*Task directions:* Could you reproduce every entry that follows, exactly as shown?
══════════
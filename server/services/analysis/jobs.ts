// Bootstrap intervals for a whole study run as a background job (pg-boss): the page stays usable
// and shows progress from the job row. Profiles are resampled one at a time, yielding between
// them, so the server keeps answering while a job runs.
import { desc, eq } from 'drizzle-orm';
import { bootstrapProfile, type AnalysisResult } from '../../../shared/analysis';
import type { AppContext } from '../../context';
import type { Db } from '../../db/client';
import { analysisJobs, analysisRuns, studies } from '../../db/schema';
import { conflict } from '../../errors';
import type { CurrentUser } from '../../types';
import { writeAudit } from '../audit/write-audit';
import { loadVisible } from '../records/audited';
import { assertEditable } from '../records/studies';
import { getAnalysis, jobView, type BootstrapStore } from './analysis';
import { buildAnalysisInput, hashAnalysisInput } from './input';

export const bootstrapQueue = 'study-bootstrap';

export async function startBootstrap(ctx: AppContext, user: CurrentUser, studyId: string, resamples: number) {
  const analysis = await getAnalysis(ctx.db, user, studyId);
  const study = await loadVisible(ctx.db, studies, studyId, user, 'That study');
  assertEditable(study);
  const running = await ctx.db
    .select()
    .from(analysisJobs)
    .where(eq(analysisJobs.studyId, studyId))
    .orderBy(desc(analysisJobs.createdAt))
    .limit(1);
  if (running[0] && (running[0].state === 'queued' || running[0].state === 'running')) {
    throw conflict('A bootstrap for this study is already running; wait for it to finish.', 'job_running');
  }
  const fitted = analysis.result.profiles.filter((p) => p.fit).length;
  if (fitted === 0) throw conflict('No profile has a fit yet, so there is nothing to bootstrap.', 'nothing_to_do');
  const job = await ctx.db.transaction(async (tx) => {
    const [row] = await tx
      .insert(analysisJobs)
      .values({ teamId: study.teamId, studyId, kind: 'bootstrap', inputHash: analysis.inputHash, total: fitted * resamples, options: { resamples }, requestedBy: user.id })
      .returning();
    await writeAudit(tx, { actorId: user.id, teamId: study.teamId, entity: 'analysis-job', entityId: row.id, action: 'start', after: { studyId, kind: 'bootstrap', resamples } });
    return row;
  });
  await ctx.jobs.send(bootstrapQueue, { jobId: job.id });
  return jobView(job, analysis.inputHash);
}

export async function getJob(db: Db, user: CurrentUser, jobId: string) {
  const job = await loadVisible(db, analysisJobs, jobId, user, 'That job');
  const run = await db.query.analysisRuns.findFirst({ where: eq(analysisRuns.studyId, job.studyId) });
  return jobView(job, run?.inputHash ?? null);
}

const yieldToEventLoop = () => new Promise<void>((resolve) => setImmediate(resolve));

/** The worker: resamples each fitted profile, reports progress, stores the intervals with their input hash. */
export async function runBootstrapJob(db: Db, jobId: string) {
  const job = await db.query.analysisJobs.findFirst({ where: eq(analysisJobs.id, jobId) });
  if (!job || job.state !== 'queued') return;
  await db.update(analysisJobs).set({ state: 'running', startedAt: new Date() }).where(eq(analysisJobs.id, jobId));
  try {
    const study = await db.query.studies.findFirst({ where: eq(studies.id, job.studyId) });
    const run = await db.query.analysisRuns.findFirst({ where: eq(analysisRuns.studyId, job.studyId) });
    if (!study || !run) throw new Error('The study or its analysis is gone.');
    const { input } = await buildAnalysisInput(db, study);
    if (hashAnalysisInput(input) !== job.inputHash || run.inputHash !== job.inputHash) {
      throw new Error('The study changed after the bootstrap was started; start it again.');
    }
    const result = run.result as AnalysisResult;
    const resamples = (job.options as { resamples: number }).resamples;
    const store: BootstrapStore = { resamples, profiles: {} };
    let done = 0;
    for (const [index, profile] of result.profiles.entries()) {
      if (!profile.fit) continue;
      const boot = bootstrapProfile(profile, { resamples, seed: 1 + index });
      if (boot.ok) store.profiles[profile.variantId] = { fit: boot.value.fit, bootstrap: boot.value.bootstrap };
      done += resamples;
      await db.update(analysisJobs).set({ done }).where(eq(analysisJobs.id, jobId));
      await yieldToEventLoop();
    }
    await db.transaction(async (tx) => {
      await tx.update(analysisRuns).set({ bootstrap: store, bootstrapHash: job.inputHash, bootstrapAt: new Date() }).where(eq(analysisRuns.studyId, job.studyId));
      await tx.update(analysisJobs).set({ state: 'done', done: job.total, finishedAt: new Date() }).where(eq(analysisJobs.id, jobId));
    });
  } catch (error) {
    await db
      .update(analysisJobs)
      .set({ state: 'failed', error: error instanceof Error ? error.message : String(error), finishedAt: new Date() })
      .where(eq(analysisJobs.id, jobId));
  }
}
══════════
*Output:*
filename server/services/analysis/jobs.ts
// Bootstrap intervals for a whole study run as a background job (pg-boss): the page stays usable
// and shows progress from the job row. Profiles are resampled one at a time, yielding between
// them, so the server keeps answering while a job runs.
import { desc, eq } from 'drizzle-orm';
import { bootstrapProfile, type AnalysisResult } from '../../../shared/analysis';
import type { AppContext } from '../../context';
import type { Db } from '../../db/client';
import { analysisJobs, analysisRuns, studies } from '../../db/schema';
import { conflict } from '../../errors';
import type { CurrentUser } from '../../types';
import { writeAudit } from '../audit/write-audit';
import { loadVisible } from '../records/audited';
import { assertEditable } from '../records/studies';
import { getAnalysis, jobView, type BootstrapStore } from './analysis';
import { buildAnalysisInput, hashAnalysisInput } from './input';

export const bootstrapQueue = 'study-bootstrap';

export async function startBootstrap(ctx: AppContext, user: CurrentUser, studyId: string, resamples: number) {
  const analysis = await getAnalysis(ctx.db, user, studyId);
  const study = await loadVisible(ctx.db, studies, studyId, user, 'That study');
  assertEditable(study);
  const running = await ctx.db
    .select()
    .from(analysisJobs)
    .where(eq(analysisJobs.studyId, studyId))
    .orderBy(desc(analysisJobs.createdAt))
    .limit(1);
  if (running[0] && (running[0].state === 'queued' || running[0].state === 'running')) {
    throw conflict('A bootstrap for this study is already running; wait for it to finish.', 'job_running');
  }
  const fitted = analysis.result.profiles.filter((p) => p.fit).length;
  if (fitted === 0) throw conflict('No profile has a fit yet, so there is nothing to bootstrap.', 'nothing_to_do');
  const job = await ctx.db.transaction(async (tx) => {
    const [row] = await tx
      .insert(analysisJobs)
      .values({ teamId: study.teamId, studyId, kind: 'bootstrap', inputHash: analysis.inputHash, total: fitted * resamples, options: { resamples }, requestedBy: user.id })
      .returning();
    await writeAudit(tx, { actorId: user.id, teamId: study.teamId, entity: 'analysis-job', entityId: row.id, action: 'start', after: { studyId, kind: 'bootstrap', resamples } });
    return row;
  });
  await ctx.jobs.send(bootstrapQueue, { jobId: job.id });
  return jobView(job, analysis.inputHash);
}

export async function getJob(db: Db, user: CurrentUser, jobId: string) {
  const job = await loadVisible(db, analysisJobs, jobId, user, 'That job');
  const run = await db.query.analysisRuns.findFirst({ where: eq(analysisRuns.studyId, job.studyId) });
  return jobView(job, run?.inputHash ?? null);
}

const yieldToEventLoop = () => new Promise<void>((resolve) => setImmediate(resolve));

/** The worker: resamples each fitted profile, reports progress, stores the intervals with their input hash. */
export async function runBootstrapJob(db: Db, jobId: string) {
  const job = await db.query.analysisJobs.findFirst({ where: eq(analysisJobs.id, jobId) });
  if (!job || job.state !== 'queued') return;
  await db.update(analysisJobs).set({ state: 'running', startedAt: new Date() }).where(eq(analysisJobs.id, jobId));
  try {
    const study = await db.query.studies.findFirst({ where: eq(studies.id, job.studyId) });
    const run = await db.query.analysisRuns.findFirst({ where: eq(analysisRuns.studyId, job.studyId) });
    if (!study || !run) throw new Error('The study or its analysis is gone.');
    const { input } = await buildAnalysisInput(db, study);
    if (hashAnalysisInput(input) !== job.inputHash || run.inputHash !== job.inputHash) {
      throw new Error('The study changed after the bootstrap was started; start it again.');
    }
    const result = run.result as AnalysisResult;
    const resamples = (job.options as { resamples: number }).resamples;
    const store: BootstrapStore = { resamples, profiles: {} };
    let done = 0;
    for (const [index, profile] of result.profiles.entries()) {
      if (!profile.fit) continue;
      const boot = bootstrapProfile(profile, { resamples, seed: 1 + index });
      if (boot.ok) store.profiles[profile.variantId] = { fit: boot.value.fit, bootstrap: boot.value.bootstrap };
      done += resamples;
      await db.update(analysisJobs).set({ done }).where(eq(analysisJobs.id, jobId));
      await yieldToEventLoop();
    }
    await db.transaction(async (tx) => {
      await tx.update(analysisRuns).set({ bootstrap: store, bootstrapHash: job.inputHash, bootstrapAt: new Date() }).where(eq(analysisRuns.studyId, job.studyId));
      await tx.update(analysisJobs).set({ state: 'done', done: job.total, finishedAt: new Date() }).where(eq(analysisJobs.id, jobId));
    });
  } catch (error) {
    await db
      .update(analysisJobs)
      .set({ state: 'failed', error: error instanceof Error ? error.message : String(error), finishedAt: new Date() })
      .where(eq(analysisJobs.id, jobId));
  }
}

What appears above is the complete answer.